10 & 2

Before we talk about Scuba Diving, I want you to answer one question for me. And be honest!

By James Weber

Ready? Ok.

Here it is.

When you drive your vehicle, do you honestly keep your hands at “10 & 2”? 

I would bet the answer is probably “No”. I would also be willing to bet that those of you who were honest and answered “No” would share at least some of the same reasons for not doing so.

“You forget “10 & 2” most of the time.”

“You can drive perfectly well with just one arm up on the wheel at 12 o’clock.”

“You’ve never been in an accident even though you don’t drive with your hands at “10 & 2”.”

While those may seem like good arguments, there’s actually an even better one! No, really there is! 

According to StateFarm (You know, the people who cover car accidents every day) and the National Highway Traffic and Safety Administration (NHTSA), you should actually keep your hands at the 9 o’clock and 3 o’clock position! This is because since the invention and standardization of modern day airbags, having your hands at good old “10 & 2” can be very dangerous in the event of an accident.

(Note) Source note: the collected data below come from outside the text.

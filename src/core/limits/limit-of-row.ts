import type { LimitFacts } from './limit-facts.ts';
import type { LimitRow, LimitUnit } from './limit-row.ts';
import type { Limit } from './limit.ts';

/** The density that a limit by mass is taken at where nobody said the wine's: that of a dry wine, the strictest, kg/L. */
export const DENSITY_ASSUMED_kg_L = 0.99;

/** What one of the unit is in mg/L, without the density. */
const PER_UNIT: Readonly<Record<LimitUnit, number>> = {
  'mg/L': 1,
  'mg/dm3': 1,
  ppm: 1, // of wine, in the markets that write it, it is read as mg/L
  'ppm added': 1,
  'g/L': 1000,
  'mg/kg': 1,
  'g/kg': 1000,
};

/**
 * A row as the limit of a wine: in mg/L, with the uplift of a declared year where the row takes one. A limit by mass
 * is taken at the wine's density, or at 0.990 kg/L: mg/L = mg/kg × kg/L.
 *
 * @param row with its figure
 * @param facts density in kg/L
 * @throws RangeError for a row without a figure, or of added SO2
 *
 * Source: the row's text.
 *
 * @example
 * ```ts
 * const row = { id: 'example', region: 'codex', products: ['still'], of: 'total', operator: '<=', value: 350, unit: 'mg/kg', text: 'codex', checked: 'law-text', status: 'in-force' }
 * limitOfRow(row, {}).limit_mg_L // => 346.5
 * limitOfRow(row, { density_kg_L: 1.02 }).limit_mg_L // => 357
 * ```
 */
export function limitOfRow(row: LimitRow, facts: Pick<LimitFacts, 'density_kg_L' | 'uplift'>): Limit {
  const { id, value, unit, of } = row;
  if (value === undefined || of === 'added')
    throw new RangeError(`Cannot take ${id} as a limit as it has no figure to compare a wine with`);
  const isByMass = unit === 'mg/kg' || unit === 'g/kg';
  const density_kg_L = facts.density_kg_L ?? DENSITY_ASSUMED_kg_L;
  const uplift_mg_L = facts.uplift === true ? row.uplift_mg_L : undefined;
  const bare_mg_L = value * PER_UNIT[unit] * (isByMass ? density_kg_L : 1);
  return {
    rule: id,
    region: row.region,
    of: of === 'free' ? 'free' : 'total',
    operator: row.operator,
    limit_mg_L: Number((bare_mg_L + (uplift_mg_L ?? 0)).toPrecision(12)),
    confidence: row.checked === 'memory' ? 'unconfirmed' : 'read',
    as_written: { value, unit },
    ...(isByMass ? { density_kg_L } : {}),
    ...(uplift_mg_L === undefined ? {} : { uplift_mg_L }),
  };
}
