import type { Region } from './region.ts';
import type { Checked } from './limit-row.ts';

/** From how much SO2 on a label has to speak of sulfites. */
export interface LabelRow {
  readonly id: string;
  readonly regions: readonly Region[];
  /** mg/L, mg/kg or ppm, as the text has it; absent where any use has to be stated. */
  readonly threshold?: { readonly value: number; readonly unit: 'mg/kg or mg/L' | 'mg/kg' | 'ppm' };
  /** `>`: more than the figure; `>=`: the figure itself too; `any-use`: whatever went in. */
  readonly comparator: '>' | '>=' | 'any-use';
  /** `total`: what is natural counts too; `added`: only what went in. */
  readonly counts: 'total' | 'added';
  readonly text: string;
  readonly checked: Checked;
}

/** Ten of the unit, as nearly every market has it. */
const TEN_mg_kg_L = { value: 10, unit: 'mg/kg or mg/L' } as const;
const TEN_mg_kg = { value: 10, unit: 'mg/kg' } as const;
const TEN_ppm = { value: 10, unit: 'ppm' } as const;

// prettier-ignore
/**
 * The thresholds of the sulfite statement on file. At exactly 10 the US and Canada want it and the EU does not; Canada,
 * Australia and New Zealand count only what was added.
 *
 * Sources: the texts named in the rows; `checked` says what was read.
 *
 * @example
 * ```ts
 * LABEL_ROWS.find(({ id }) => id === 'label-us')?.comparator // => '>='
 * ```
 */
export const LABEL_ROWS: readonly LabelRow[] = [
  { id: 'label-eu', regions: ['eu'], threshold: TEN_mg_kg_L, comparator: '>', counts: 'total', text: 'Regulation (EU) 1169/2011, Annex II point 12', checked: 'agency' },
  { id: 'label-uk', regions: ['uk'], threshold: TEN_mg_kg_L, comparator: '>', counts: 'total', text: 'assimilated Regulation (EU) 1169/2011 (UK)', checked: 'agency' },
  { id: 'label-us', regions: ['us'], threshold: TEN_ppm, comparator: '>=', counts: 'total', text: '27 CFR 4.32(e)', checked: 'law-text' },
  { id: 'label-ca', regions: ['ca', 'ca-qc'], threshold: TEN_ppm, comparator: '>=', counts: 'added', text: 'Food and Drug Regulations B.01.010.2, consolidation to 5.6.2026', checked: 'law-text' },
  { id: 'label-anz', regions: ['au', 'nz'], threshold: TEN_mg_kg, comparator: '>=', counts: 'added', text: 'Food Standards Code 1.2.3 section 4 and Schedule 9', checked: 'memory' },
  { id: 'label-codex', regions: ['codex'], threshold: TEN_mg_kg, comparator: '>=', counts: 'total', text: 'CXS 1-1985, 4.2.1.4', checked: 'memory' },
  { id: 'label-cn', regions: ['cn'], comparator: 'any-use', counts: 'added', text: 'GB 7718-2011 and GB 2758-2012, an answer relayed by a trade body', checked: 'secondary' },
  { id: 'label-jp', regions: ['jp'], comparator: 'any-use', counts: 'added', text: 'Food Labelling Act (Japan)', checked: 'memory' },
  { id: 'label-kr', regions: ['kr'], threshold: TEN_mg_kg, comparator: '>=', counts: 'total', text: 'labelling standard (Korea)', checked: 'memory' },
  { id: 'label-hk', regions: ['hk'], threshold: TEN_ppm, comparator: '>=', counts: 'total', text: 'Cap. 132W (Hong Kong)', checked: 'memory' },
  { id: 'label-za', regions: ['za'], threshold: TEN_mg_kg, comparator: '>=', counts: 'total', text: 'labelling rules (South Africa)', checked: 'memory' },
  { id: 'label-ch', regions: ['ch'], threshold: TEN_mg_kg_L, comparator: '>', counts: 'total', text: 'food information ordinance (Switzerland)', checked: 'memory' },
  { id: 'label-in', regions: ['in'], threshold: TEN_mg_kg, comparator: '>=', counts: 'total', text: 'labelling rules 2020 (India)', checked: 'memory' },
  { id: 'label-eaeu', regions: ['eaeu'], threshold: TEN_mg_kg_L, comparator: '>', counts: 'total', text: 'TR TS 022/2011', checked: 'memory' },
  { id: 'label-ar-cl', regions: ['ar', 'cl'], threshold: TEN_mg_kg, comparator: '>=', counts: 'total', text: 'national food codes (Argentina, Chile)', checked: 'memory' },
];
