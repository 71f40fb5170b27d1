import type {
  ComparisonOptions,
  PolicyName,
  PolicyRun,
  PolicyTable,
  Spread,
} from '@shared/domain/simulation/compare-policies';

interface Column {
  readonly head: string;
  readonly of: (figures: Readonly<Record<keyof PolicyRun, Spread>>) => string;
}

const plain =
  (name: keyof PolicyRun, digits: number): Column['of'] =>
  (figures) =>
    `${figures[name].mean.toFixed(digits)}±${figures[name].deviation.toFixed(digits)}`;
const percent =
  (name: keyof PolicyRun): Column['of'] =>
  (figures) =>
    (100 * figures[name].mean).toFixed(1);

const COLUMNS: readonly Column[] = [
  { head: 'saved $', of: plain('valueSaved', 0) },
  { head: 'lost $', of: ({ valueLost }) => valueLost.mean.toFixed(0) },
  { head: 'freezer %', of: percent('freezersInTime') },
  { head: 'fridge %', of: percent('fridgesInTime') },
  { head: 'medicine %', of: percent('medicineInTime') },
  { head: 'windows %', of: percent('windowsKept') },
  { head: 'visits', of: plain('visits', 0) },
  { head: 'min/stop', of: plain('driveMinutesPerStop', 1) },
  { head: 'driven min', of: ({ driveMinutes }) => driveMinutes.mean.toFixed(0) },
  { head: 'wait h', of: plain('waitHoursAll', 1) },
  { head: 'overtime h', of: plain('overtimeHours', 1) },
  { head: 'changed %', of: percent('changedSoon') },
  { head: 'plans', of: ({ plans }) => plans.mean.toFixed(0) },
  { head: 'invalid', of: ({ invalidPlans }) => String(invalidPlans.most) },
];

/** The comparison as a table, and how the planner stands to each other way. */
export function tableInWords(
  table: PolicyTable,
  { seeds, calls, technicians }: Pick<ComparisonOptions, 'seeds' | 'calls' | 'technicians'>,
): string {
  const rows = Object.entries(table) as [PolicyName, NonNullable<PolicyTable[PolicyName]>][];
  const cells = [
    ['', ...COLUMNS.map(({ head }) => head)],
    ...rows.map(([policy, figures]) => [policy, ...COLUMNS.map(({ of }) => of(figures))]),
  ];
  const widths = cells[0]!.map((_, column) => Math.max(...cells.map((row) => row[column]!.length)));
  const lines = cells.map((row) =>
    row
      .map((cell, column) => (column ? cell.padStart(widths[column]!) : cell.padEnd(widths[0]!)))
      .join('  '),
  );
  return [
    `${seeds.length} storms (${seeds[0]} to ${seeds.at(-1)}), ${calls} calls, ${technicians} technicians; means over the storms, ± standard deviation`,
    '',
    ...lines,
    '',
    ...ratios(table),
    '',
  ].join('\n');
}

function ratios(table: PolicyTable): string[] {
  const { thawline, ...others } = table;
  if (!thawline) return [];
  return Object.entries(others).map(([policy, other]) => {
    const times = (name: keyof PolicyRun): number => thawline[name].mean / other[name].mean;
    const change = (name: keyof PolicyRun): string =>
      `${times(name) >= 1 ? '+' : ''}${(100 * (times(name) - 1)).toFixed(0)} %`;
    return `thawline against ${policy}: saves ${times('valueSaved').toFixed(3)} times the value, drives ${change('driveMinutesPerStop')} a stop, makes ${change('visits')} visits`;
  });
}
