/**
 * After SQLite's own tests: the process dies at one step after another until the command is through
 * (sqlite.org/testing.html). Every step takes minutes; a run of the tests takes each fifth one and
 * the last three, and `THAWLINE_EVERY_STEP=1` takes them all.
 */
describe('a server that is killed in the middle of a command', () => {
  const STRIDE = process.env['THAWLINE_EVERY_STEP'] === '1' ? 1 : 5;
  const stepsOf = (statements: number): number[] =>
    Array.from({ length: statements + 1 }, (_, step) => step).filter(
      (step) => step % STRIDE === 0 || step > statements - 3,
    );

  /** How many statements one go of the command's transaction is, with BEGIN and COMMIT. */
  async function statementsOf(work: () => Promise<unknown>): Promise<number> {
    const { sequelize } = server;
    let statements = 0;
    const query = sequelize.query.bind(sequelize) as (...args: unknown[]) => Promise<unknown>;
    const counting = async (sql: unknown, options?: QueryOptions): Promise<unknown> => {
      if (options?.transaction) statements += 1;
      return query(sql, options);
    };
    sequelize.query = counting as Sequelize['query'];
    await work();
    sequelize.query = query as Sequelize['query'];
    return statements;
  }

  /**
   * Sends a command to servers that die at one step after another, and then again to one that lives.
   *
   * @param prepare gives the command, in a storm of its own
   */
  async function dieAtEachStep(
    prepare: () => Promise<
      (at: (person: TestPerson) => TestPerson) => ReturnType<TestPerson['call']>
    >,
    isApplied: () => Promise<boolean>,
  ): Promise<{ applied: number; lost: number }> {
    const dry = await prepare();
    const statements = await statementsOf(() => dry((person) => person).then());
    const steps = stepsOf(statements);
    let applied = 0;
    let starting = others.start({ now: server.now(), dieAfter: steps[0] ?? 0 });
    for (const [i, step] of steps.entries()) {
      const command = await prepare();
      const victim = await starting;
      // The next one starts while this one works: starting is what takes the time.
      const next = steps[i + 1];
      if (next !== undefined) starting = others.start({ now: server.now(), dieAfter: next });
      const answer = await command((person) => at(victim, person)).then(
        (reply) => reply.status,
        () => 'none',
      );
      expect([step, answer]).toEqual([step, 'none']);
      await victim.kill();
      const wasApplied = await isApplied();
      if (wasApplied) applied += 1;
      // Nothing before the commit, and the commit is the last statement.
      expect([step, wasApplied]).toEqual([step, step === statements]);

      const retry = await command((person) => person);
      expect([step, retry.status < 300]).toEqual([step, true]);
      expect(await isApplied()).toBe(true);
      const again = await command((person) => person);
      expect(again.body).toEqual(retry.body);
      expect(await invariants()).toEqual([]);
    }
    return { applied, lost: steps.length - applied };
  }

  it('takes a call once, whatever the step, and answers the retry as if nothing had been', async () => {
    let callId = '';
    await server.reset();
    const mara = await server.signIn('dispatcher');
    const params = { stormId: server.stormId };
    // The first call of all also makes the storm's counters.
    const first = await mara.call('takeCall', { params, body: aCall(server.now()) });
    expect(first.status).toBe(201);
    const { applied, lost } = await dieAtEachStep(
      () => {
        const body = aCall(server.now(), { phone: aPhone() });
        callId = body.callId;
        return Promise.resolve((at) => at(mara).call('takeCall', { params, body }));
      },
      async () => (await count('SELECT COUNT(*) AS n FROM calls WHERE id = ?', [callId])) === 1,
    );
    expect([applied, lost > 5]).toEqual([1, true]);
  }, 300_000);

  it('publishes routes once, whatever the step, and offers each stop once', async () => {
    let planId = '';
    const { applied, lost } = await dieAtEachStep(
      async () => {
        await server.reset();
        const mara = await server.signIn('dispatcher', 'Mara Quill');
        const theo = await aTechnician(server, 'Theo Larkspur');
        const first = await aWaitingCall(server, mara);
        const second = await aWaitingCall(server, mara);
        planId = await aPlan(theo.technicianId, [first.id, second.id]);
        const params = { planId };
        const body = { commandId: randomUUID(), version: 0 };
        return (at) => at(mara).call('publishPlan', { params, body });
      },
      async () => {
        const stops = await StopRecord.findAll({ order: [['position', 'ASC']] });
        const plan = await PlanRecord.findByPk(planId);
        const states = stops.map((stop) => stop.state);
        // All of it or nothing of it.
        expect([[plan?.state, states]]).toContainEqual(
          plan?.state === 'published' ? ['published', ['offered', 'planned']] : ['proposed', []],
        );
        return plan?.state === 'published';
      },
    );
    expect([applied, lost > 5]).toEqual([1, true]);
  }, 300_000);

  async function aPlan(technicianId: string, callIds: readonly string[]): Promise<string> {
    const figures = {
      savedCents: 0,
      lostCents: 0,
      driveMinutes: 0,
      driveMiles: 0,
      lateMinutes: 0,
      stops: callIds.length,
      moved: 0,
    };
    const stops = callIds.map((callId, i) => ({
      callId,
      arriveAt: server.now() + (i + 1) * 60 * MINUTE_MS,
      startAt: server.now() + (i + 1) * 60 * MINUTE_MS,
      finishAt: server.now() + (i + 1) * 60 * MINUTE_MS + 45 * MINUTE_MS,
      driveMinutes: 10,
      firm: false,
      because: 'The freezer thaws first.',
    }));
    const body: Pick<PlanDto, 'routes' | 'unplanned' | 'figures' | 'inForce'> = {
      routes: [{ technicianId, stops }],
      unplanned: [],
      figures,
      inForce: figures,
    };
    const plan = await PlanRecord.create({
      id: randomUUID(),
      stormId: server.stormId,
      state: 'proposed',
      proposedAt: new Date(server.now()),
      proposedBy: 'Mara Quill',
      body: JSON.stringify(body),
      baseEpoch: 0,
    });
    return plan.id;
  }
});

So, how many of you keep your hands at “9 & 3”?

I’m just kidding. I’m not here to guilt trip you about your driving. I’m here to guilt trip you into DIVING! 

“What’s all that nonsense have to do with diving?” I hear you ask. “Super simple.” I reply.

Some of us, not nearly all or even most, take one Drivers Ed Class before we’re 16 years old. Then we take our Drivers License Test. If we pass, that’s it! We’re good to get out on the road and tear up the asphalt in metal boxes that weigh over a ton. We hardly ever think about it again. Driving is just something we do in our every day lives. All the time. No problem. I wonder how many of us on the road who fall into that category, still think “10 & 2” is the safest way to drive…

The same can be said for most Divers.

The sad fact is this: Open Water Scuba Diver Certification, your basic, first level dive course, makes up the majority of all diver training the world over. 

As with Driving, most folks learn to Dive, take their exam, and that’s it. They just go on and dive, and never look back. Entering an environment we as human beings are not built to survive in with the help of scuba equipment and a bold attitude! It’s part of their daily lives. They don’t even think about it. It’s a largely practical skill after all, just like driving a car. 

There are divers in their 90’s who carry only an open water diver certification. Now, they may be the worlds greatest diver, and they may follow all the latest innovations, they may know the new “9 & 3” rules of diving. I’m not knocking those guys, they’re incredible. But, to borrow some phrasing, “Aint nobody got time for that!” I certainly don’t want to spend the next 70 years doing all the leg work by myself to keep up with current standards and best practices! I want them laid out for me by the people who know, so I can have the best time possible when I do my giant stride!

That’s why I, a PADI IDC Staff Instructor, someone who spends his time training other Dive Pros, and a diver of nearly 20 years, still make time every year to take a new dive class!

Scuba is constantly evolving. Ten years ago we were teaching all SCUBA in classrooms with books and videos. Today most SCUBA is a combination of E-Learning and Review! 

Twenty years ago no one trusted dive computers because electronics underwater seemed like a bad idea! Today most dive professionals recommend a computer purchase to new divers before a wetsuit! 

Things change, technology improves, safety procedures that were gospel back in the day have been proven to be downright silly now.

Like keeping your hands at “10 & 2”.